No one tracks how many people go to Mauna Kea. On Thursday, the Kanaka Rangers tallied 866 visitors.

The rangers do not stop vehicles passing by their checkpoint. But they do stand along the roadway to greet them. The rangers say some visitors will stop to talk story or ask questions about things like the conditions at higher elevations.

“I’m on the waitlist, my mom died on the waitlist and my dad is looking like he is going to pass away on the waitlist, too.” — Kanaka Ranger Kepa Kaeo

The community-led ranger program is inspired by the “Country Needs People” campaign adopted by aboriginal Australians. Australia’s ranger program draws on the long-held cultural and traditional responsibilities of aboriginals to protect and manage their natural resources.

In a nod to the Australian program, the so-called Kanaka Rangers have adopted this slogan: “Aina Needs Kanaka.”

They say their initiative is unrelated to protests against the Thirty Meter Telescope.

State Sen. Kaiali’i Kahele said he visited the summit access road checkpoint Friday and found the rangers to be dedicated, friendly and nondisruptive.

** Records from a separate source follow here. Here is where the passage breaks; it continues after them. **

def identify_grains(
    observed: Sequence[ObservedFamily],
    lattice: Any,
    orientations: Mapping[Any, Any],
    systems: Any,
    frame: FrameSettings | None = None,
    load: Any = None,
    orientation_sigma_deg: float = 1.0,
    frame_sigma_deg: float = 0.5,
    p_none: float = DEFAULT_P_NONE,
    schmid_weight: float = 0.0,
    allow_shared_planes: bool = False,
    modes: Iterable[str] | None = None,
    families: Iterable[str] | None = None,
    report_threshold: float = DEFAULT_REPORT_THRESHOLD,
    ambiguity_ratio: float = DEFAULT_AMBIGUITY_RATIO,
    grain_sigma_deg: Mapping[Any, float] | None = None,
    artefacts: bool = True,
    artefact_options: Mapping[str, Any] | None = None,
    prior: Mapping[str, float] | None = None,
    crss: Mapping[str, float] | None = None,
    shared_orientation: bool = True,
) -> list[FamilyIdentification]:
    """Identify the families of many grains at once (a grain map).

    Parameters
    ----------
    observed : sequence of ObservedFamily
        Each with ``grain`` set to a key of ``orientations``.
    lattice : tracefit.crystal.Lattice
        The crystal lattice.
    orientations : dict grain -> ndarray (3, 3) or orientation with ``as_matrix()``
        Orientation of each grain (v_crystal = g v_sample).
    systems : iterable of DeformationSystem or CandidateSet
        Candidate systems; not empty.
    grain_sigma_deg : dict grain -> float, optional
        Per-grain orientation uncertainty (degrees, >= 0) overriding ``orientation_sigma_deg``.
    artefacts : bool
        Test the map-level surface-artefact hypothesis (:mod:`tracefit.matching.artefacts`): a family
        that keeps one image angle in several grains whose crystallography predicts different
        traces there is reported unexplained with ``p_artefact`` (default on; it needs at
        least three grains with families).
    artefact_options : dict, optional
        Keyword options of :func:`tracefit.matching.artefacts.find_artefact_directions` (``p_map``,
        ``line_sigma_deg``, ``min_witnesses``, ``max_directions``).
    frame, load, orientation_sigma_deg, frame_sigma_deg, p_none, schmid_weight, allow_shared_planes, modes, families, report_threshold, ambiguity_ratio, prior, crss, shared_orientation
        As :func:`identify_families` (one orientation error per grain).

    Returns
    -------
    list of FamilyIdentification
        In input order; families of grains without an orientation are reported unexplained
        with a note.

    Raises
    ------
    TracefitInputError
        For a bad argument, named by its parameter.

    Examples
    --------
    Two grains of fcc; grain 2 has no orientation in the table:

    >>> from tracefit.crystal import catalogue, from_euler, lattice_preset
    >>> fcc = lattice_preset("fcc")
    >>> obs = [ObservedFamily(110.2, 0.2, grain=1), ObservedFamily(40.0, 0.2, grain=2)]
    >>> r = identify_grains(obs, fcc, {1: from_euler((0, 30, 0))}, catalogue(fcc, ["slip"]))
    >>> r[0].best.plane, r[1].unexplained, r[1].unexplained_reason
    ((1, 1, 1), True, 'grain has no orientation')
    """
    # Over 80 lines only through its numpydoc docstring (parameters, example); the code is 37 lines.
    obs = as_observed(observed, None)
    check_matcher_options(p_none=p_none, orientation_sigma_deg=orientation_sigma_deg, frame_sigma_deg=frame_sigma_deg,
                          schmid_weight=schmid_weight, report_threshold=report_threshold, ambiguity_ratio=ambiguity_ratio,
                          grain_sigma_deg=grain_sigma_deg)
    orientations = orientation_table(orientations)
    cands = as_candidate_set(systems, modes, families)
    load = resolve_load(load, lattice)
    share = system_family_prior(cands, prior)
    unknown = sorted(set(artefact_options or {}) - set(_ARTEFACT_OPTIONS))
    if unknown:
        raise TracefitInputError(f"artefact_options: unknown option {unknown[0]!r}; expected some of {', '.join(_ARTEFACT_OPTIONS)}")
    by_grain: dict = {}
    for i, o in enumerate(obs):
        by_grain.setdefault(o.grain, []).append(i)
    keys = [k for k in by_grain if k in orientations]
    out: list = [None] * len(obs)
    if keys:
        G = np.stack([orientations[k] for k in keys])
        ang, incl, slope = predict_candidates(cands, G, frame)
        osigs = {k: (orientation_sigma_deg if not grain_sigma_deg else grain_sigma_deg.get(k, orientation_sigma_deg))
                 for k in keys}
        pre = {k: grain_log_weights([obs[i] for i in by_grain[k]], cands, G[j], ang[j], incl[j], slope[j], load,
                                    osigs[k], frame_sigma_deg, p_none, schmid_weight, frame, share, crss)
               for j, k in enumerate(keys)}
        art = _map_artefacts(obs, by_grain, keys, pre, cands, G, ang, slope, osigs, frame_sigma_deg,
                             artefact_options) if artefacts else {}
        for j, k in enumerate(keys):
            idx = by_grain[k]
            go = [obs[i] for i in idx]
            coupling = (shared_rotation(go, cands, G[j], pre[k][1], slope[j], osigs[k], frame_sigma_deg, frame)
                        if shared_orientation and len(idx) > 1 else None)
            res = _assign_grain(go, cands, G[j], ang[j], incl[j], slope[j], load, pre[k],
                                art.get(k), allow_shared_planes, report_threshold, ambiguity_ratio, coupling)
            for i, r in zip(idx, res):
                out[i] = r
    for k, idx in by_grain.items():
        if k not in orientations:
            for i in idx:
                out[i] = _no_orientation(obs[i], k)
    return out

“There’s too much human impact on the summit of Mauna Kea and you can’t go there without going through Native Hawaiian lands” said Kahele, a Native Hawaiian from Hilo. “But what are the Native Hawaiians getting out of that access? Not a penny. So how do we pay to eradicate the cattle and the invasive species, and how to we get utilities on the land?”

A view of the checkpoint arrested by beneficiaries of the Hawaiian Homes Commission Act of 1921.

Courtesy: Big Island Beneficiary Trust Council

Kahele said he’s not necessarily a supporter of the grassroots ranger program. But he said he understands why the rangers are there and he sympathizes with many of their grievances about the mismanagement of their trust lands.

“You go to Hanauma Bay and even locals have to check in, pay a fee and watch a video before you go down to the beach,” Kahele said. “When you go to Haleakala, you have to pay to go to the summit. When you go to Hawaii Volcanoes National Park, you have to pay to go into the park. But when it comes to Mauna Kea, nobody pays anything. But those fees are what allows us to properly manage and steward those other natural resources.”